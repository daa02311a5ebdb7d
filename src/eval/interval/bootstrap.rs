//! Paired bootstrap over test rows (Efron & Tibshirani 1993, "An Introduction to the
//! Bootstrap", ch. 13 for the percentile interval). Rows are resampled with replacement within
//! each cell of (fold of the first repeat, true class), so every resample keeps the stratified
//! design's class sizes per fold; the same draw weights method and baseline (paired) and, with
//! repeats, every repeat (a row is one observation however often it was tested).

use std::collections::{BTreeMap, HashMap};

use rand::{Rng, SeedableRng};
use rand_chacha::ChaCha8Rng;

use super::PairedFold;
use super::counts::{ClassCounts, PooledMetric};

/// Resamples per interval.
pub const BOOTSTRAP_REPLICATES: usize = 1000;

/// Per metric, the pooled difference in each resample where it is defined.
pub fn replicates(
    folds: &[PairedFold],
    metrics: &[PooledMetric],
    n_classes: usize,
    seed: u64,
) -> Vec<Vec<f64>> {
    // Local index of every input row, and the cell it is resampled in.
    let mut local: HashMap<usize, usize> = HashMap::new();
    let mut cells: BTreeMap<(usize, usize, u32), Vec<usize>> = BTreeMap::new();
    let first = folds.iter().map(|f| f.repeat).min().unwrap_or(0);
    let mut fold_of_first = 0usize;
    for f in folds {
        let cell_fold = if f.repeat == first {
            fold_of_first += 1;
            fold_of_first
        } else {
            0
        };
        for (&row, &t) in f.baseline.rows.iter().zip(&f.baseline.labels) {
            let next = local.len();
            if let std::collections::hash_map::Entry::Vacant(e) = local.entry(row) {
                e.insert(next);
                // Rows first met outside the first repeat (none in k-fold) get their own class cell.
                cells
                    .entry((cell_fold, usize::from(cell_fold == 0), t))
                    .or_default()
                    .push(next);
            }
        }
    }
    let index: Vec<Vec<usize>> = folds
        .iter()
        .map(|f| f.baseline.rows.iter().map(|r| local[r]).collect())
        .collect();
    let repeats = folds.iter().map(|f| f.repeat + 1).max().unwrap_or(0);
    let mut rng = ChaCha8Rng::seed_from_u64(seed);
    let mut weight = vec![0.0f64; local.len()];
    let mut out = vec![Vec::with_capacity(BOOTSTRAP_REPLICATES); metrics.len()];
    for _ in 0..BOOTSTRAP_REPLICATES {
        weight.iter_mut().for_each(|w| *w = 0.0);
        for members in cells.values() {
            for _ in 0..members.len() {
                weight[members[rng.gen_range(0..members.len())]] += 1.0;
            }
        }
        let mut a = vec![ClassCounts::zeros(n_classes); repeats];
        let mut b = vec![ClassCounts::zeros(n_classes); repeats];
        for (f, idx) in folds.iter().zip(&index) {
            a[f.repeat].add(f.method, |i| weight[idx[i]]);
            b[f.repeat].add(f.baseline, |i| weight[idx[i]]);
        }
        for (m, metric) in metrics.iter().enumerate() {
            let d: Vec<f64> = (0..repeats)
                .map(|r| metric.value(&a[r]) - metric.value(&b[r]))
                .filter(|d| d.is_finite())
                .collect();
            if !d.is_empty() {
                out[m].push(d.iter().sum::<f64>() / d.len() as f64);
            }
        }
    }
    out
}

/// Sample standard deviation (ddof 1) of the resampled differences.
pub fn std_dev(v: &[f64]) -> f64 {
    if v.len() < 2 {
        return f64::NAN;
    }
    let m = v.iter().sum::<f64>() / v.len() as f64;
    (v.iter().map(|x| (x - m) * (x - m)).sum::<f64>() / (v.len() - 1) as f64).sqrt()
}

/// Percentile interval (numpy's default linear interpolation between order statistics) and a
/// two-sided p-value 2·min(#{d* ≤ 0} + 1, #{d* ≥ 0} + 1)/(B + 1), capped at 1, which is never
/// 0. `None` when the resamples do not vary.
pub fn percentile(v: &[f64], level: f64) -> Option<(f64, f64, f64)> {
    if v.len() < 2 || v.iter().all(|&x| x == v[0]) || !(level > 0.0 && level < 1.0) {
        return None;
    }
    let mut s = v.to_vec();
    s.sort_by(f64::total_cmp);
    let q = |p: f64| {
        let h = p * (s.len() - 1) as f64;
        let lo = h.floor() as usize;
        let hi = (lo + 1).min(s.len() - 1);
        s[lo] + (h - lo as f64) * (s[hi] - s[lo])
    };
    let tail = (1.0 - level) / 2.0;
    let below = s.iter().filter(|&&x| x <= 0.0).count() as f64;
    let above = s.iter().filter(|&&x| x >= 0.0).count() as f64;
    let p = (2.0 * (below + 1.0).min(above + 1.0) / (s.len() as f64 + 1.0)).min(1.0);
    Some((q(tail), q(1.0 - tail), p))
}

== == ==

**Your assignment:** Copy all lines from the material that include "method".

**Answer box:**
//! design's class sizes per fold; the same draw weights method and baseline (paired) and, with
            a[f.repeat].add(f.method, |i| weight[idx[i]]);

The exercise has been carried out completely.